While there is no confirmation of an active sale, history suggests these assets are often transferred to centralized exchanges for controlled liquidation, making a sell-off a realistic possibility. Despite this fresh supply, the market has absorbed the pressure. Capital inflows over the past three days have remained dominant. The Total Value Locked (TVL) on Solana, a key indicator of capital movement, has risen from a recent low of $8.841 billion on January 11 to $9.028 billion, recording an inflow of $187 million. Trading activity has also held firm, with Solana’s average daily trading volume hovering around $4.186 billion over the same period.
However, spot market data tells a more cautious story. Spot exchange netflow data shows that $17.466 million worth of SOL has moved into centralized exchanges, a positive netflow that typically indicates investors are positioning to sell. Between January 8 and press time, daily netflows have largely leaned toward selling. On the technical side, Solana was forming a bullish cup-and-handle pattern at press time, with a decisive move above the $142.1-$142.8 resistance zone potentially triggering a rally toward $169.
In a separate but concurrent development, Bitcoin (BTC) has faced significant selling pressure from exchange-traded funds (ETFs). Between October 2025 and January 2026, Bitcoin ETF outflows accelerated, rising from approximately $3 billion to nearly $6 billion. Traders took profits near the November 2025 all-time high (ATH), triggering panic-selling as the price slipped below the ETF realized level around $86,000. Most post-ATH inflows have shifted into losses, leading to intensified redemptions.
Despite this massive capital exit, Bitcoin's price action has shown notable resilience. BTC fell from near $120,000 but stabilized in the $85,000–$90,000 range, a far smaller move than the scale of outflows would suggest. This indicates that spot demand outside of ETFs absorbed much of the sell pressure. The recent flattening of ETF flows in late December 2025 and early January 2026 has helped reduce forced selling.

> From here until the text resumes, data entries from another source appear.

//! How wide the interval of an estimate is.

use super::described::Described;
use super::family::Family;
use super::model::Relatives;
use super::table::CLASSES;

/// Last heavy atom of each size class but the last.
const SIZE_ENDS: [f64; SizeClass::COUNT - 1] = [4.0, 8.0, 14.0, 20.0];

/// Size of a molecule, in classes.
#[derive(Clone, Copy, Debug, Default, PartialEq, Eq, PartialOrd, Ord)]
pub struct SizeClass(pub usize);

impl SizeClass {
    /// How many there are.
    pub const COUNT: usize = 5;

    /// The class of a molecule with so many heavy atoms.
    pub fn of(heavy_atoms: f64) -> Self {
        Self(SIZE_ENDS.iter().filter(|&&end| heavy_atoms > end).count())
    }

    /// Its name in reports.
    pub const fn id(self) -> &'static str {
        [
            "01 to 04 heavy atoms",
            "05 to 08 heavy atoms",
            "09 to 14 heavy atoms",
            "15 to 20 heavy atoms",
            "21 and more heavy atoms",
        ][self.0]
    }
}

/// What is known of an estimate before its width.
#[derive(Clone, Copy, Debug)]
pub struct Ground<'a> {
    /// The sum it comes from.
    pub sum: f64,
    /// How rare the environments are in the fit.
    pub rarity: f64,
    /// Environments that the table of the fit does not have.
    pub unknown_environments: usize,
    /// Whether there are atoms of a kind that no molecule of the fit has.
    pub unknown_atoms: bool,
    /// The molecules of the fit nearby.
    pub relatives: &'a Relatives,
}

/// What tells how well a molecule is known to a fit.
#[derive(Clone, Copy, Debug, PartialEq)]
pub struct Standing {
    /// Numbers that the width goes with.
    pub signs: [f64; Scale::SIGNS],
    /// Its family.
    pub family: Family,
    /// Its size.
    pub size: SizeClass,
    /// How far the nearest molecule of the fit is; 0 at levels without distances.
    pub nearest: f64,
}

impl Standing {
    /// The standing of a molecule: its size, how rare its environments are in the
    /// fit, how near its relatives are and how well they come out, the estimate itself,
    /// what classes of atoms it has, and how many hydrogen bonds it can take part in.
    pub fn of(described: &Described, ground: &Ground<'_>) -> Self {
        let nearest = ground.relatives.nearest();
        let n = described.heavy_atoms.max(1.0);
        let class = |at: usize| described.classes[at];
        let polar = class(0) + class(1) + class(2) + class(3) + class(4) + class(8);
        let donors = (class(0) + class(1)).min(4.0);
        let acceptors = (class(2) + class(3) + class(4)).min(6.0);
        let whole = [
            1.0,
            n.ln(),
            1.0 / n,
            ground.rarity.ln_1p(),
            nearest,
            (0.1 + nearest).ln(),
            polar,
            polar / n,
            class(5) / n,
            ground.relatives.ln_density(),
            ground.relatives.ln_error(),
            ground.sum,
            ground.sum * ground.sum,
            donors.ln_1p(),
            acceptors.ln_1p(),
            donors.min(acceptors),
            (ground.unknown_environments as f64).ln_1p(),
            f64::from(u8::from(ground.unknown_atoms)),
        ];
        let mut signs = [0.0; Scale::SIGNS];
        signs[..WHOLE].copy_from_slice(&whole);
        for (at, &members) in described.classes.iter().enumerate() {
            signs[WHOLE + 2 * at] = f64::from(u8::from(members > 0.0));
            signs[WHOLE + 2 * at + 1] = members / n;
        }
        Self {
            signs,
            family: Family::of(described),
            size: SizeClass::of(described.heavy_atoms),
            nearest,
        }
    }
}

/// The signs that are the sum and its square.
const SUMS: [usize; 2] = [11, 12];

/// Signs that are not those of a class of atoms.
const WHOLE: usize = 18;

/// How the half width of the 90 % interval depends on the molecule: its ln is a linear sum of
/// the [signs](Standing::signs), each held to where the fit has molecules, and a term for the
/// family, for the size and for the nearness.
#[derive(Clone, Copy, Debug, PartialEq)]
pub struct Scale {
    /// Weights of the signs.
    pub weights: Signs,
    /// Least of each sign.
    pub least: Signs,
    /// Most of each sign.
    pub most: Signs,
    /// Terms of the families.
    pub families: [f64; Family::COUNT],
    /// Terms of the size classes.
    pub sizes: [f64; SizeClass::COUNT],
    /// Nearest distances at which a class of nearness ends.
    pub nearness_ends: [f64; 2],
    /// Terms of the classes of nearness.
    pub nearness: [f64; 3],
}

/// A number for each sign.
pub type Signs = [f64; Scale::SIGNS];

impl Default for Scale {
    fn default() -> Self {
        Self {
            weights: [0.0; Self::SIGNS],
            least: [0.0; Self::SIGNS],
            most: [0.0; Self::SIGNS],
            families: [0.0; Family::COUNT],
            sizes: [0.0; SizeClass::COUNT],
            nearness_ends: [0.0; 2],
            nearness: [0.0; 3],
        }
    }
}

impl Scale {
    /// How many signs there are.
    pub const SIGNS: usize = WHOLE + 2 * CLASSES.len();

    /// Class of nearness: 0 for molecules close to one of the fit, 2 for those far from all.
    pub fn nearness_class(&self, nearest: f64) -> usize {
        let ends = self.nearness_ends.iter();
        ends.filter(|&&end| nearest >= end).count()
    }

    /// ln of the half width by the signs alone.
    pub fn by_signs(&self, signs: &Signs) -> f64 {
        let held = signs.iter().zip(&self.least).zip(&self.most);
        self.weights
            .iter()
            .zip(held)
            .map(|(weight, ((sign, least), most))| weight * sign.max(*least).min(*most))
            .sum()
    }

    /// The least and the most that the half width can be for whatever sum a molecule of
    /// this standing has.
    pub(super) fn range(&self, standing: &Standing) -> (f64, f64) {
        let (mut narrow, mut wide) = (*standing, *standing);
        for sign in SUMS {
            let ends = [self.least[sign], self.most[sign]];
            let falls = self.weights[sign] < 0.0;
            [narrow.signs[sign], wide.signs[sign]] = if falls { [ends[1], ends[0]] } else { ends };
        }
        (self.half_width(&narrow), self.half_width(&wide))
    }

    /// Half width of the 90 % interval of the sum.
    pub fn half_width(&self, standing: &Standing) -> f64 {
        let classes = self.families[standing.family as usize]
            + self.sizes[standing.size.0]
            + self.nearness[self.nearness_class(standing.nearest)];
        (self.by_signs(&standing.signs) + classes).exp()
    }
}

#[cfg(test)]
mod tests {
    use super::*;

    fn standing(sign: f64, size: usize, nearest: f64) -> Standing {
        let mut signs = [0.0; Scale::SIGNS];
        signs[0] = 1.0;
        signs[3] = sign;
        Standing {
            signs,
            family: Family::Ethers,
            size: SizeClass(size),
            nearest,
        }
    }

    fn scale() -> Scale {
        let mut scale = Scale {
            nearness_ends: [0.1, 0.2],
            nearness: [0.0, 0.25, 0.5],
            ..Scale::default()
        };
        scale.weights[0] = -2.0;
        scale.weights[3] = 0.5;
        scale.least = [-1.0; Scale::SIGNS];
        scale.most = [2.0; Scale::SIGNS];
        scale.families[Family::Ethers as usize] = 0.125;
        scale.sizes[1] = 1.0;
        scale
    }

    #[test]
    fn width_is_the_exponential_of_signs_and_classes() {
        let scale = scale();
        for (sign, size, nearest, ln) in [
            (0.0, 0, 0.0, -2.0 + 0.125),
            (1.0, 0, 0.0, -2.0 + 0.5 + 0.125),
            (1.0, 1, 0.0, -2.0 + 0.5 + 0.125 + 1.0),
            (1.0, 1, 0.1, -2.0 + 0.5 + 0.125 + 1.0 + 0.25),
            (1.0, 1, 0.9, -2.0 + 0.5 + 0.125 + 1.0 + 0.5),
        ] {
            let half = scale.half_width(&standing(sign, size, nearest));
            assert!((half.ln() - ln).abs() < 1e-12, "{sign} {size} {nearest}");
        }
    }

    /// A molecule beyond all of the fit has no width that was never tried.
    #[test]
    fn a_sign_counts_no_further_than_the_fit_has_molecules() {
        let scale = scale();
        let half = |sign: f64| scale.half_width(&standing(sign, 0, 0.0));
        assert!(half(1.9) < half(2.0));
        assert_eq!(half(2.0), half(50.0));
        assert_eq!(half(-1.0), half(-50.0));
    }

    #[test]
    fn size_classes_end_where_their_names_say() {
        for size in 0..SizeClass::COUNT {
            let id = SizeClass(size).id();
            let numbers: Vec<f64> = id.split(' ').filter_map(|word| word.parse().ok()).collect();
            for number in numbers {
                assert_eq!(SizeClass::of(number).0, size, "{id}");
            }
        }
    }
}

The market stress is evident among short-term holders. The Short-Term Holder Realized Price was approximately $98,000, while the spot price hovered near $91,500, leaving recent buyers at a loss. The 30-day Short-Term Holder Net Position Change has turned negative, with roughly -99,000 BTC distributed, signaling net selling. For Bitcoin to invalidate the current distribution structure, bulls must reclaim the $95,300 level. Failure to do so could trigger a deeper correction toward $85,000.